*SOURCE DATA*.

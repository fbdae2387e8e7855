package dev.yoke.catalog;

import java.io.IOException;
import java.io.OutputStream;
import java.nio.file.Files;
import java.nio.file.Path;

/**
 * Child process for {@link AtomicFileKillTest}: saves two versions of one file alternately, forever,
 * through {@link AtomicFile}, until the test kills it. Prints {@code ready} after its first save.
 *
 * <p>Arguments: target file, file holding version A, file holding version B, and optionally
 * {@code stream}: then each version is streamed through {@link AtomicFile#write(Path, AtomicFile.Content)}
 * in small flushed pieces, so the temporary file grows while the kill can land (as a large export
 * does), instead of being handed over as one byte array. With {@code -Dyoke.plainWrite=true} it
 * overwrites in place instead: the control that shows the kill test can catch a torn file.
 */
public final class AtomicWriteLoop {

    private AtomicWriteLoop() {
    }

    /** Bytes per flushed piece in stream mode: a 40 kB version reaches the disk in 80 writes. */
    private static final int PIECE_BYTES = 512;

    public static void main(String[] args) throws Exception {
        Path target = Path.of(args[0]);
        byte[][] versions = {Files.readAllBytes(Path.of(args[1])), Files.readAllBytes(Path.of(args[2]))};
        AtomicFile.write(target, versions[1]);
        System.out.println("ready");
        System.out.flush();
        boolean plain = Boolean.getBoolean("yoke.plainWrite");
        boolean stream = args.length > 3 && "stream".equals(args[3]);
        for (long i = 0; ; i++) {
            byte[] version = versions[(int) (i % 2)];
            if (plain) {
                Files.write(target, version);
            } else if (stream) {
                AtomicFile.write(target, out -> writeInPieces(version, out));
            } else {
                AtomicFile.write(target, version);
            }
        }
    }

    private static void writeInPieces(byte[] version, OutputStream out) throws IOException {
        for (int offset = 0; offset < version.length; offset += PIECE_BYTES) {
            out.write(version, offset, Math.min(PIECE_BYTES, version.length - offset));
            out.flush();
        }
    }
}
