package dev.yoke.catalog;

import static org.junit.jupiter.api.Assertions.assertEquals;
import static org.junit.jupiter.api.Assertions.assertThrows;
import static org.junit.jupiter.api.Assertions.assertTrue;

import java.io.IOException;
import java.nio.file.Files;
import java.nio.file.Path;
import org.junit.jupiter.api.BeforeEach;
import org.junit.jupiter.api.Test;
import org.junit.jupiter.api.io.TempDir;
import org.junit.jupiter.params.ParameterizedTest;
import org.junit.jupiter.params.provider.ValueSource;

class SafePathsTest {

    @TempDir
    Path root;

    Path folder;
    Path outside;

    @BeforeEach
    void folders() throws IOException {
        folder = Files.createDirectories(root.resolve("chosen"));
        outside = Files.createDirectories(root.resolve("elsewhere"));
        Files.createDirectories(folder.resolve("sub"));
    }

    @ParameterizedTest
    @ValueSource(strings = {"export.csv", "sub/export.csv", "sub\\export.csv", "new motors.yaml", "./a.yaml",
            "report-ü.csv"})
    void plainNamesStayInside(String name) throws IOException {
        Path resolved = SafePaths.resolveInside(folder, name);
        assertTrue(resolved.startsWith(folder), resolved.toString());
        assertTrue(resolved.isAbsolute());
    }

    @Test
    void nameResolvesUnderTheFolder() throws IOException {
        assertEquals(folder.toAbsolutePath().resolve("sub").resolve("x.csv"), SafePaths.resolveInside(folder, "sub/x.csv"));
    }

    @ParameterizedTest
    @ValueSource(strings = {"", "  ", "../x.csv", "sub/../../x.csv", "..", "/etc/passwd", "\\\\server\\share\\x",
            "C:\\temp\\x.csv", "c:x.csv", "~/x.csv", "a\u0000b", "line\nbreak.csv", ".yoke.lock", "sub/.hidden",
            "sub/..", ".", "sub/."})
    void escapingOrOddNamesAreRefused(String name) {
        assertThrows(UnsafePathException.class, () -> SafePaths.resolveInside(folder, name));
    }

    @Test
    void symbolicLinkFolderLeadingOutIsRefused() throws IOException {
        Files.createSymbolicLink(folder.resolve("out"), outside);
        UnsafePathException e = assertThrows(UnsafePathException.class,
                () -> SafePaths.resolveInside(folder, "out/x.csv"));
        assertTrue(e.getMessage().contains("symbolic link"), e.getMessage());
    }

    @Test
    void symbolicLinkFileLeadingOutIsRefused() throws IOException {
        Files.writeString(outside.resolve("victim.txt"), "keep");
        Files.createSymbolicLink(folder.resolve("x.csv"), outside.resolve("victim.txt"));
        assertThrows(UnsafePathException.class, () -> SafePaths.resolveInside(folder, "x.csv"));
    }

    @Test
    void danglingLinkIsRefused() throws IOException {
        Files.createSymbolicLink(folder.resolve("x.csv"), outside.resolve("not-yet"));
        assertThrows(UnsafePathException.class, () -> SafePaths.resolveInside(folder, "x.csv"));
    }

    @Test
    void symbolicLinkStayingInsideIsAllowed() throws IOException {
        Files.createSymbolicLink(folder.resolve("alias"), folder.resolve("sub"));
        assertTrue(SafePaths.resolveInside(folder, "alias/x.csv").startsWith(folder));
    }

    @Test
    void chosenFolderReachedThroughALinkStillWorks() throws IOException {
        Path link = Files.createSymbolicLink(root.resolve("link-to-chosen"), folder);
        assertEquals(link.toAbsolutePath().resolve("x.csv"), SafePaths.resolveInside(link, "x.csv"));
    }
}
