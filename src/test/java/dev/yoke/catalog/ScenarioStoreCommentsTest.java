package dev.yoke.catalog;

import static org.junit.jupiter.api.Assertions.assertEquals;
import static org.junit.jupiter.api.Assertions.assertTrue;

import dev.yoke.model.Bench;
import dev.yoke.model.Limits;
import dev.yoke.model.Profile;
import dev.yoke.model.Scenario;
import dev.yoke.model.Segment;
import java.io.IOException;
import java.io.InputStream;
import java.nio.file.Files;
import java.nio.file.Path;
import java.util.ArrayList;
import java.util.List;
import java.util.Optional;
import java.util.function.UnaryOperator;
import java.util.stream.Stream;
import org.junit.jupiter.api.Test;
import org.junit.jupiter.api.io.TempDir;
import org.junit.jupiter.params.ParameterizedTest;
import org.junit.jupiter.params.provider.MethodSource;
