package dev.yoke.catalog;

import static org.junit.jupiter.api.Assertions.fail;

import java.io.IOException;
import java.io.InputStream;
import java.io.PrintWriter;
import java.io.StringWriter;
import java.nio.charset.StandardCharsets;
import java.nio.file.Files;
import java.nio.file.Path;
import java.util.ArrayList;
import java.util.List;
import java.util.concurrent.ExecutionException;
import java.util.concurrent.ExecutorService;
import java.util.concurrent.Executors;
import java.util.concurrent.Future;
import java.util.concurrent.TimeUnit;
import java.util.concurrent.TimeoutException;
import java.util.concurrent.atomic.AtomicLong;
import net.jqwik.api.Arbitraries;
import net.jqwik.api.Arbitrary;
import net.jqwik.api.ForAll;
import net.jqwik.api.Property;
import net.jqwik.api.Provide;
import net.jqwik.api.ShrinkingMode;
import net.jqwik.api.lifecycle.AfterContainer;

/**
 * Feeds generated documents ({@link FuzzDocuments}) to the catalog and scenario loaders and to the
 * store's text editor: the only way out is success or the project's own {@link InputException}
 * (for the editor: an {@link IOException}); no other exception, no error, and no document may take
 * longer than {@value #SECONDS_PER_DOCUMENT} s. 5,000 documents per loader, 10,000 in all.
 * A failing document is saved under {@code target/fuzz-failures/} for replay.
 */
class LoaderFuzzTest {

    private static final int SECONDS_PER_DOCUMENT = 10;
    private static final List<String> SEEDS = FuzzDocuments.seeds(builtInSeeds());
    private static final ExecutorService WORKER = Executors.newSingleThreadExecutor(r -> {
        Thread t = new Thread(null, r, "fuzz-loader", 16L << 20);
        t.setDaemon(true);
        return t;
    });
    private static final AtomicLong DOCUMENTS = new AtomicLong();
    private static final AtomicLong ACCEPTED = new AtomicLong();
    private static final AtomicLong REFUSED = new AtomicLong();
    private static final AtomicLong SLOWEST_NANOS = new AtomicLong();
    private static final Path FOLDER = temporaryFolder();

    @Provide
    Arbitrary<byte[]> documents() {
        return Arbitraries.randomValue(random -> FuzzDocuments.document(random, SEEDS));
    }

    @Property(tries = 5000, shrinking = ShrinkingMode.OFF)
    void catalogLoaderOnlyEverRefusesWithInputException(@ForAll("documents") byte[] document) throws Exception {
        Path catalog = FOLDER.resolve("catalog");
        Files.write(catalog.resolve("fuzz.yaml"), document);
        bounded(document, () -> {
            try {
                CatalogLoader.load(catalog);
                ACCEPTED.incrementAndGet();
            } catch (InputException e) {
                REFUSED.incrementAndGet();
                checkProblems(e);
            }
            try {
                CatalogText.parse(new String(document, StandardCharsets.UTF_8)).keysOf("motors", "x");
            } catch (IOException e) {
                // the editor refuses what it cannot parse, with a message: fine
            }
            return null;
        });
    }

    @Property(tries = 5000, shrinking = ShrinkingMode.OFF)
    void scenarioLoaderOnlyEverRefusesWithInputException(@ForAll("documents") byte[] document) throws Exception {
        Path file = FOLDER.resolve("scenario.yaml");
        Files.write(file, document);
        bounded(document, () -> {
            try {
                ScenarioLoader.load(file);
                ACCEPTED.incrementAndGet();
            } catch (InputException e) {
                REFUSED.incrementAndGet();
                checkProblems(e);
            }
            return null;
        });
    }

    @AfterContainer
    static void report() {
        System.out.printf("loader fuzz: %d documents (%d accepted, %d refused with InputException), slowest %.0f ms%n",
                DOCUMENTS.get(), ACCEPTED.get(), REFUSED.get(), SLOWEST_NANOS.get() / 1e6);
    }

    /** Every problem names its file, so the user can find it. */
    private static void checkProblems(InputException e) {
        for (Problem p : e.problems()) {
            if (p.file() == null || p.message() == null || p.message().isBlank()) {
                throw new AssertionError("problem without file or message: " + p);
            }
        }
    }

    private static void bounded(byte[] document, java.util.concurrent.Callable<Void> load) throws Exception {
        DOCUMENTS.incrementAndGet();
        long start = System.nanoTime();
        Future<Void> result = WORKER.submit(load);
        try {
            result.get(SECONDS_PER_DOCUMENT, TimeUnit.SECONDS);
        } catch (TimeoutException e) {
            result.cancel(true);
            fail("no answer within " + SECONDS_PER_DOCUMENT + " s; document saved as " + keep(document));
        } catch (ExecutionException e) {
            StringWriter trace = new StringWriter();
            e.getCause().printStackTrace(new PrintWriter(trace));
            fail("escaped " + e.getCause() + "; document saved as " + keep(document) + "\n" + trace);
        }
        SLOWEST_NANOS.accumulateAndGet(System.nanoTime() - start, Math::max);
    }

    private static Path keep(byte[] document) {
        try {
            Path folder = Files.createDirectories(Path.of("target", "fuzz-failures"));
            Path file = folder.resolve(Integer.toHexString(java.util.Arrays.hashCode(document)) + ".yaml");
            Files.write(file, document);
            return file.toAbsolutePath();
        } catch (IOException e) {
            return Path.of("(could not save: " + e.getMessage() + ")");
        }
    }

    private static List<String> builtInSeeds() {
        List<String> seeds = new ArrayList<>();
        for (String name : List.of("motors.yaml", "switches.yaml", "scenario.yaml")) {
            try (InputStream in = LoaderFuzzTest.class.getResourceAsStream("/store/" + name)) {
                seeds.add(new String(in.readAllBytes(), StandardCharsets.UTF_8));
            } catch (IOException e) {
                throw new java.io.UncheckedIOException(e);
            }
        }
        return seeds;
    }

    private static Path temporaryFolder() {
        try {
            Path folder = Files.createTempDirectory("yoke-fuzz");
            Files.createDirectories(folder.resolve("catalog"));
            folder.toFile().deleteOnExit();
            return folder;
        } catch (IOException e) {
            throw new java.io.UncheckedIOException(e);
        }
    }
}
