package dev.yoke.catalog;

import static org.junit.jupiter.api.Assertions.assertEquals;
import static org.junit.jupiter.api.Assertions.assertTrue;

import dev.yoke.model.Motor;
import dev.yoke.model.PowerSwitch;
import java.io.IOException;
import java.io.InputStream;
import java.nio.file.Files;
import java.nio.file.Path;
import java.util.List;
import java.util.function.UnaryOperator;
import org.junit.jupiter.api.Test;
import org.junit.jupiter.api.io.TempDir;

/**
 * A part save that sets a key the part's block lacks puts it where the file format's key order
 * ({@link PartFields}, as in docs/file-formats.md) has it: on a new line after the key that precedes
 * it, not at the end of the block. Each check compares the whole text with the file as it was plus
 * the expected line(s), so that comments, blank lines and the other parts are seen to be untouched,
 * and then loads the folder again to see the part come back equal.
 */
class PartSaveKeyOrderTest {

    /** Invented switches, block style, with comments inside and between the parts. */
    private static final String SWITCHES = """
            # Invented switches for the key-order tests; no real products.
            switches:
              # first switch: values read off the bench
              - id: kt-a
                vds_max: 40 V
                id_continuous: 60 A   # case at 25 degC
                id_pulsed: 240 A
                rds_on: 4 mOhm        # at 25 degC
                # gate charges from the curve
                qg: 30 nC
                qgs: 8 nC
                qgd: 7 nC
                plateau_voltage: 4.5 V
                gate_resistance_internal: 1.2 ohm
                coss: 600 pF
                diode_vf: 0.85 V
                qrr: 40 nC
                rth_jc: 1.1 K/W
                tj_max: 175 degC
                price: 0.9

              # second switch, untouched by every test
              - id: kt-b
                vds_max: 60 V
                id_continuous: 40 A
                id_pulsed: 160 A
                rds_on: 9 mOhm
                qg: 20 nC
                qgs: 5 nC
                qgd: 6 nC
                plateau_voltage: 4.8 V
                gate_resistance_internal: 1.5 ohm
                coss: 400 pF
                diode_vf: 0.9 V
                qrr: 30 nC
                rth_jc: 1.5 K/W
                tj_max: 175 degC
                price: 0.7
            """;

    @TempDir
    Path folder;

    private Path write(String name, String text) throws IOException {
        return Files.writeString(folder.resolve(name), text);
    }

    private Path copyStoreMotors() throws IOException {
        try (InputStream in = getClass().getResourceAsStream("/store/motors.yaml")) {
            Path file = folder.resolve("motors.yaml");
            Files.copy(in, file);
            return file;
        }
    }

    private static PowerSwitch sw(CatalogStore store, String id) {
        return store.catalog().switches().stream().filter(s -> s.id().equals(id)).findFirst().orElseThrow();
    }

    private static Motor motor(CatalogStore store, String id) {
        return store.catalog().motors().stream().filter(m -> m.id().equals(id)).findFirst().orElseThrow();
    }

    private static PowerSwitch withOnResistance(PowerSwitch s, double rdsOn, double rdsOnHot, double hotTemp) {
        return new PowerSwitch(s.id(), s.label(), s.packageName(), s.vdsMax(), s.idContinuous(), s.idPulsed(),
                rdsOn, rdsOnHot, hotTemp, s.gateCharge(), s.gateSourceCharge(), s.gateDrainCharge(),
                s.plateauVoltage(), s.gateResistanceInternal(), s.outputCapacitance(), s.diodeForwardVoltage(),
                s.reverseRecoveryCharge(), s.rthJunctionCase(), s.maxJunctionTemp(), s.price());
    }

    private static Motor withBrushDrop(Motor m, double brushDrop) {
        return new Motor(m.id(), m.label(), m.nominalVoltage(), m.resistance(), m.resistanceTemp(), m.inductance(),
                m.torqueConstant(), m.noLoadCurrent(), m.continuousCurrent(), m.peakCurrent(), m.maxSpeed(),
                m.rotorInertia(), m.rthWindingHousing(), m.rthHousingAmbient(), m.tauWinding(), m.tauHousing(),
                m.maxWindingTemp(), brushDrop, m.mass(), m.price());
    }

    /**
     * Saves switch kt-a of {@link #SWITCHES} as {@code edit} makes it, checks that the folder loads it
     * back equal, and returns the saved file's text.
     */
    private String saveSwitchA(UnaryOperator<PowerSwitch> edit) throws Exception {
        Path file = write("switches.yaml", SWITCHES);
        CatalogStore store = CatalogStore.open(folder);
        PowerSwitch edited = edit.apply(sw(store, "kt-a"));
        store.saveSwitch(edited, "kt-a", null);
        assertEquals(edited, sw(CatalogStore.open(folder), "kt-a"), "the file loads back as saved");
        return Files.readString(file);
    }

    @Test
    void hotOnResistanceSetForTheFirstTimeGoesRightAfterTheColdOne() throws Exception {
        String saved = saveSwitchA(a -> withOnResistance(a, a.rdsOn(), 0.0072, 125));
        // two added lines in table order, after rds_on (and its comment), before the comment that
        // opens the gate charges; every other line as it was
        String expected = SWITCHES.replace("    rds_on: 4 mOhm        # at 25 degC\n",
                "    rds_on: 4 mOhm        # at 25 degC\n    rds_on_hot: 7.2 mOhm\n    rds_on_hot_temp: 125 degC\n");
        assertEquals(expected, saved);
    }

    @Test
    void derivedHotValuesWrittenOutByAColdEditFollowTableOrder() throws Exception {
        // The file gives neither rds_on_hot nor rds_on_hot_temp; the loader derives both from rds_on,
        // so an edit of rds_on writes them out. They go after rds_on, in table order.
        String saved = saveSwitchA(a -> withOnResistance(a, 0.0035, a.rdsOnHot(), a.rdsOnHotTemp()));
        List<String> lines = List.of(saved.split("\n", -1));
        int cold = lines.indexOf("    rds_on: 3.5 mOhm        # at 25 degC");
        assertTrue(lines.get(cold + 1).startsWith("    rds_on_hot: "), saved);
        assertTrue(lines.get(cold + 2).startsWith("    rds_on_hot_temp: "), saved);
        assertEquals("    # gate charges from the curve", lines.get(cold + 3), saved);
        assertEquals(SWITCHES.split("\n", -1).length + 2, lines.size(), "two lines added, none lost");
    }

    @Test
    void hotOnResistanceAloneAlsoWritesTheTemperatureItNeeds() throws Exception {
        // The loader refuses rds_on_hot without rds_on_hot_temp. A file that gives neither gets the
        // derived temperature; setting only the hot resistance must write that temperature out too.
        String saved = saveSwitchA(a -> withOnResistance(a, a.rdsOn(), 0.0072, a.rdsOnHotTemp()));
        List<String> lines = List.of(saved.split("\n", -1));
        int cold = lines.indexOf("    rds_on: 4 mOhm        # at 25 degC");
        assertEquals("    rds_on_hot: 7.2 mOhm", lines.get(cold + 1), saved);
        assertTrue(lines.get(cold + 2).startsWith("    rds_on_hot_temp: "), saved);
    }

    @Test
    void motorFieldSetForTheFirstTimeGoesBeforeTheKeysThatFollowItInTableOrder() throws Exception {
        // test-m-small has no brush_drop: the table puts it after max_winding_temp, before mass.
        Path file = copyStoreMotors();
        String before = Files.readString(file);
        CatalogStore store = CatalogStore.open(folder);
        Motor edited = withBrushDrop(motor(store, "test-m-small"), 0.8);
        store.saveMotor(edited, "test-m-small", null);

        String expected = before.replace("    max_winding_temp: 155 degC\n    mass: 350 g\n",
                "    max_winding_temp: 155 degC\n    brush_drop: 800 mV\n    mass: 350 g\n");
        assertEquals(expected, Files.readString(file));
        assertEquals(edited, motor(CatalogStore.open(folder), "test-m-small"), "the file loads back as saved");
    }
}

*TASK OBJECTIVE*.
When a line in the material above includes the word "boolean", copy that line.

*ANSWER TO THIS EXERCISE*.
        boolean plain = Boolean.getBoolean("yoke.plainWrite");
        boolean stream = args.length > 3 && "stream".equals(args[3]);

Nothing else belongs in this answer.